A central property of the Mx proteins is a substantially increased expression induced by IFN. Although MxB, but not MxA, is constitutively expressed in some cell and tissue types examined (Fig. 1e–g), the expression levels of both Mx proteins is markedly increased in cells treated with IFN (Fig. 1g, Supplementary Fig. 3j). We found that Hep3B cells treated with IFN for 48 h possess fragmented mitochondria in comparison with control cells (Supplementary Fig. 3b–d, h) and slightly increased levels of MxB on the nuclear envelope vs. mitochondria by immunostaining (Supplementary Fig. 3e-g,i). As a biochemical comparison, Hep3B cells treated as above with IFN for 48 h prior to lysis and differential centrifugation provides a rudimentary separation of nuclei from the mitochondria and cytosol.

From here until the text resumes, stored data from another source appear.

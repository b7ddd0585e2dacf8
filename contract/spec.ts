/**
 * The one definition of a model and of a fit's result.
 *
 * A model (a saved question) and a recipe (the JSON that fully describes a
 * fit) share these fields; the model form, the API, the fit job and the
 * recipe command all validate with `modelSpecSchema` and produce a
 * `FitResult`. Keys and meanings follow the recipe contract in DEVELOPERS.md.
 */
import { z } from "zod";
import { exclusionRuleSchema } from "./exclusion-rules";

export const modelKinds = [
  "one-sample",
  "two-group",
  "association",
  "reliability",
  "prediction",
  "specification-curve",
] as const;
export const estimators = ["ols", "welch", "rank", "huber", "bisquare", "skipped", "bend"] as const;
export const inferences = ["parametric", "permutation", "bootstrap", "none"] as const;
export const corrections = ["none", "bonferroni", "holm", "bh", "maxt"] as const;

export const setAsideSchema = z.strictObject({
  participant: z.string().min(1),
  region: z.string().min(1).optional(),
  reason: z.string().min(1),
});

/**
 * The model fields. Defaults that depend on the kind are filled in by
 * `withKindDefaults` (a prediction's inference, resamples, folds and
 * repeats; a specification curve's resamples, 500); every other default is the field's own.
 */
export const modelSpecShape = {
  kind: z.enum(modelKinds),
  /** Region names; omitted or empty = every region of the brain table. */
  regions: z.array(z.string().min(1)).optional(),
  /** association: the trait column of the participant sheet; prediction: the trait predicted. */
  predictor: z.string().min(1).optional(),
  /** two-group: grouping column; association: a covariate group; prediction: stratifies the folds. */
  group: z.string().min(1).optional(),
  /** two-group: [first, second]; estimate = mean(first) − mean(second). */
  levels: z.tuple([z.string().min(1), z.string().min(1)]).optional(),
  /** Covariates (prediction: confounds removed inside each training fold). */
  covariates: z.array(z.string().min(1)).default([]),
  /** association: add a group × predictor interaction (needs `group`). */
  interaction: z.boolean().default(false),
  estimator: z.enum(estimators).default("ols"),
  /** Default "parametric"; "permutation" for a prediction. */
  inference: z.enum(inferences).optional(),
  /** Default 10,000; 1,000 for a prediction; 500 null draws for a specification curve. */
  resamples: z.number().int().min(1).max(1_000_000).optional(),
  seed: z
    .number()
    .int()
    .min(0)
    .max(2 ** 31 - 1)
    .default(1),
  /**
   * How a least-squares permutation test draws its random rearrangements:
   * "blocks-v1" in blocks of 500, each from its own stream of the seed
   * (server/stats/rng.ts `createBlockRng`), so threads and worker processes
   * give the same numbers. Absent: one stream for all draws (recipes
   * written before blocks re-run to their numbers). Every new fit records
   * `currentRearrangementStreams`.
   */
  rearrangementStreams: z.enum(["blocks-v1"]).optional(),
  correction: z.enum(corrections).default("none"),
  setAside: z.array(setAsideSchema).default([]),
  /**
   * association and two-group: criteria on participant-sheet columns; a
   * participant meeting one (a missing value meets none) is left out of
   * the fit with the reason "rule: ⟨criterion⟩ (⟨reason⟩)" — the rules a
   * specification of a curve switches on, as part of an ordinary model.
   */
  exclusionRules: z.array(exclusionRuleSchema).max(8).optional(),
  /** Measurement-aware weighting by first-level standard errors. */
  weights: z.enum(["none", "first-level-se"]).default("none"),
  tau2Method: z.enum(["dl", "reml"]).default("reml"),
  smallSample: z.enum(["none", "knapp-hartung"]).default("none"),
  /** prediction: k of k-fold cross-validation (default 10) or "leave-one-out". */
  folds: z.union([z.literal("leave-one-out"), z.number().int().min(2).max(10_000)]).optional(),
  /** prediction: repeated partitions into folds (default 10; 1 for leave-one-out). */
  repeats: z.number().int().min(1).max(1000).optional(),
  /** prediction: a fixed ridge penalty; otherwise chosen per training fold by inner cross-validation. */
  lambda: z.number().positive().optional(),
  /** prediction: the penalties the inner cross-validation chooses from (default 20 values, 10⁻³…10³ × training rows). */
  lambdaGrid: z.array(z.number().positive()).min(1).max(200).optional(),
  /**
   * specification-curve: the reasonable alternatives; every combination of
   * estimator × covariate set × on/off of each exclusion rule is fitted.
   * Omitted parts: the model's estimator, no covariates, no rules.
   */
  specifications: z
    .strictObject({
      estimators: z.array(z.enum(estimators)).min(1).max(7).optional(),
      covariateSets: z
        .array(z.array(z.string().min(1)))
        .min(1)
        .max(64)
        .optional(),
      exclusionRules: z.array(exclusionRuleSchema).max(8).optional(),
    })
    .optional(),
};

/** The kind-dependent defaults, filled in after the fields are parsed. */
export function withKindDefaults<
  T extends {
    kind: ModelKind;
    inference?: Inference;
    resamples?: number;
    folds?: number | "leave-one-out";
    repeats?: number;
  },
>(fields: T): T & { inference: Inference; resamples: number } {
  if (fields.kind !== "prediction")
    return {
      ...fields,
      inference: fields.inference ?? "parametric",
      resamples: fields.resamples ?? (fields.kind === "specification-curve" ? 500 : 10_000),
    };
  const folds = fields.folds ?? 10;
  return {
    ...fields,
    inference: fields.inference ?? "permutation",
    resamples: fields.resamples ?? 1000,
    folds,
    repeats: fields.repeats ?? (folds === "leave-one-out" ? 1 : 10),
  };
}

/** The stream scheme every new fit records (`rearrangementStreams`). */
export const currentRearrangementStreams = "blocks-v1" as const;

export type ModelKind = (typeof modelKinds)[number];
export type Inference = (typeof inferences)[number];

export const modelSpecSchema = z.strictObject(modelSpecShape).transform(withKindDefaults);

export type ModelSpecInput = z.input<typeof modelSpecSchema>;
export type ModelSpec = z.output<typeof modelSpecSchema>;
export type SetAside = z.output<typeof setAsideSchema>;

/**
 * The numbers a fit runs on: the joined roster, already parsed and typed.
 * `values[r][i]` is participant i's contrast value in region r (NaN where
 * missing). Participant-sheet columns are typed by the intake.
 */
export interface FitData {
  participants: readonly string[];
  regions: readonly string[];
  values: readonly Float64Array[];
  /** Per region, first-level standard errors (NaN where missing), or null. */
  standardErrors?: readonly (Float64Array | null)[];
  /**
   * Repeated sessions, when the brain table has a session column:
   * `sessions.values[r][s][i]` is participant i's value in region r at
   * session `sessions.labels[s]` (NaN where missing). Used by reliability.
   */
  sessions?: {
    labels: readonly string[];
    values: readonly (readonly Float64Array[])[];
  };
  numericColumns: Readonly<Record<string, readonly (number | null)[]>>;
  categoricalColumns: Readonly<Record<string, readonly (string | null)[]>>;
}

export type Flag = "outlier" | "leverage" | "influence";

export interface RegionResult {
  region: string;
  n: number;
  estimate: number;
  se: number | null;
  statistic: number | null;
  df: number | null;
  p: number;
  pAdjusted: number;
  ciLow: number | null;
  ciHigh: number | null;
  /** association only */
  r?: number;
  rCiLow?: number;
  rCiHigh?: number;
  /** other per-method extras (effect sizes, tau2, i2, icc…) */
  [extra: string]: unknown;
}

export interface ParticipantDiagnostics {
  participant: string;
  region: string;
  leverage: number | null;
  studentizedResidual: number | null;
  cooksDistance: number | null;
  flags: Flag[];
  [extra: string]: unknown;
}

export interface FitResult {
  regions: RegionResult[];
  participants: ParticipantDiagnostics[];
  /** thresholds and method notes for the flags, in plain words */
  notes: string[];
  [extra: string]: unknown;
}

These fractions are run on SDS-polyacrylamide gel electrophoresis (PAGE) and probed by WB with antibodies to MxB and MxA (Supplementary Fig. 3j). This blotting is consistent with the cell staining and suggests that although there is a large increase in MxB associated with both organelles, a slight preference is observed with the nuclear fraction. As a control comparison the IFN -induced MxA protein is observed exclusively in the cytosolic fraction.